When building a modern infrastructure to harness the power of data, organizations must consider a number of factors.
Data digestion and storage. Factors related to data digestion and storage include:
Data integration. Organizations have many choices for integrating/replicating data across databases and applications — for example, extract, load, transform (ELT)/extract, transform, load (ETL); change data capture (CDC); data virtualization; integration platform as a service (iPaaS); and application programming interface (API). Organizations will typically utilize multiple technologies in parallel depending on the data integration need. For example, CDC may be used to create real-time, harmonized repositories for high-volume, structured data across cloud/hybrid environments (e.g., to support real-time reporting), whereas APIs are more typically used for low-volume, high-frequency application-to-application linkages (e.g., to support daily operations).
Data storage. Two main examples of cloud data storage are data lakes and data warehouses. Data lakes store all data, regardless of format. Data warehouses are more organized and have all data in a common format, making it easier to analyze. Companies such as Snowflake specialize in making data lakes accessible to analysts by automating the process of cleaning the data lake and moving it to data warehouses.
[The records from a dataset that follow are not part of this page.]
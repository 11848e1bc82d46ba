import { ChangeDetectionStrategy, Component, computed, input, output } from '@angular/core';
import { MatButton } from '@angular/material/button';
import { MatMenu, MatMenuItem, MatMenuTrigger } from '@angular/material/menu';
import { ROLES, type SitePerson } from '@riseback/contracts';
import { timeWords } from '../account/time-words';
import { StatusMark } from '../shared/status-mark/status-mark';
import { actsOn, type PersonAct } from './person-acts';
import { roleName } from './role-words';

/** Who has a role at the site, those who may most first; what may be done stands at the end of each row. */
@Component({
  selector: 'app-person-list',
  imports: [MatButton, MatMenu, MatMenuItem, MatMenuTrigger, StatusMark],
  changeDetection: ChangeDetectionStrategy.OnPush,
  templateUrl: './person-list.html',
  styleUrl: './person-list.scss',
})
export class PersonList {
  readonly people = input.required<readonly SitePerson[]>();
  readonly ownId = input<string>();
  readonly timeZone = input.required<string>();

  readonly roleAsked = output<SitePerson>();
  readonly acted = output<{ readonly person: SitePerson; readonly act: PersonAct }>();

  protected readonly rows = computed(() =>
    [...this.people()].sort(byRoleThenName).map((person) => ({
      person,
      own: person.id === this.ownId(),
      role: roleName(person.role),
      since: `since ${timeWords(person.grantedAt, this.timeZone())}, by ${person.grantedByName ?? 'a command'}`,
      seen: person.seenAt === undefined ? 'Never signed in' : `Last seen ${timeWords(person.seenAt, this.timeZone())}`,
      codes: person.codesOn ? 'One-time codes on' : 'One-time codes off',
      acts: actsOn(person),
    })),
  );
}

function byRoleThenName(a: SitePerson, b: SitePerson): number {
  const rank = ({ role }: SitePerson): number => ROLES.indexOf(role);
  return rank(b) - rank(a) || a.name.localeCompare(b.name);
}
Data exploration. Once the data is in a usable format, analysis can be performed. There are many open-source libraries for analyzing data (e.g., Pandas) and building ML models (e.g., TensorFlow) that have robust functionality and large communities supporting them, although they do require coding abilities. An increasing number of paid, enterprise, and low- and no-code solutions make the data more accessible to business analysts. This data democratization empowers citizen data scientists, defined as people who “create or generate models that use advanced diagnostic analytics or predictive and prescriptive capabilities, but whose primary job function is outside the field of statistics and analytics.”
Data visualization and output. Once the data is formatted and analyzed, software services/business intelligence solutions can provide tools and dashboards to help communicate data findings to the broader company and make the insights actionable. Some examples are Looker, Tableau and Power BI. Additionally, the data can then be used in internal apps or through third-party software (such as customer personalization through a digital experience platform) to provide value to customers.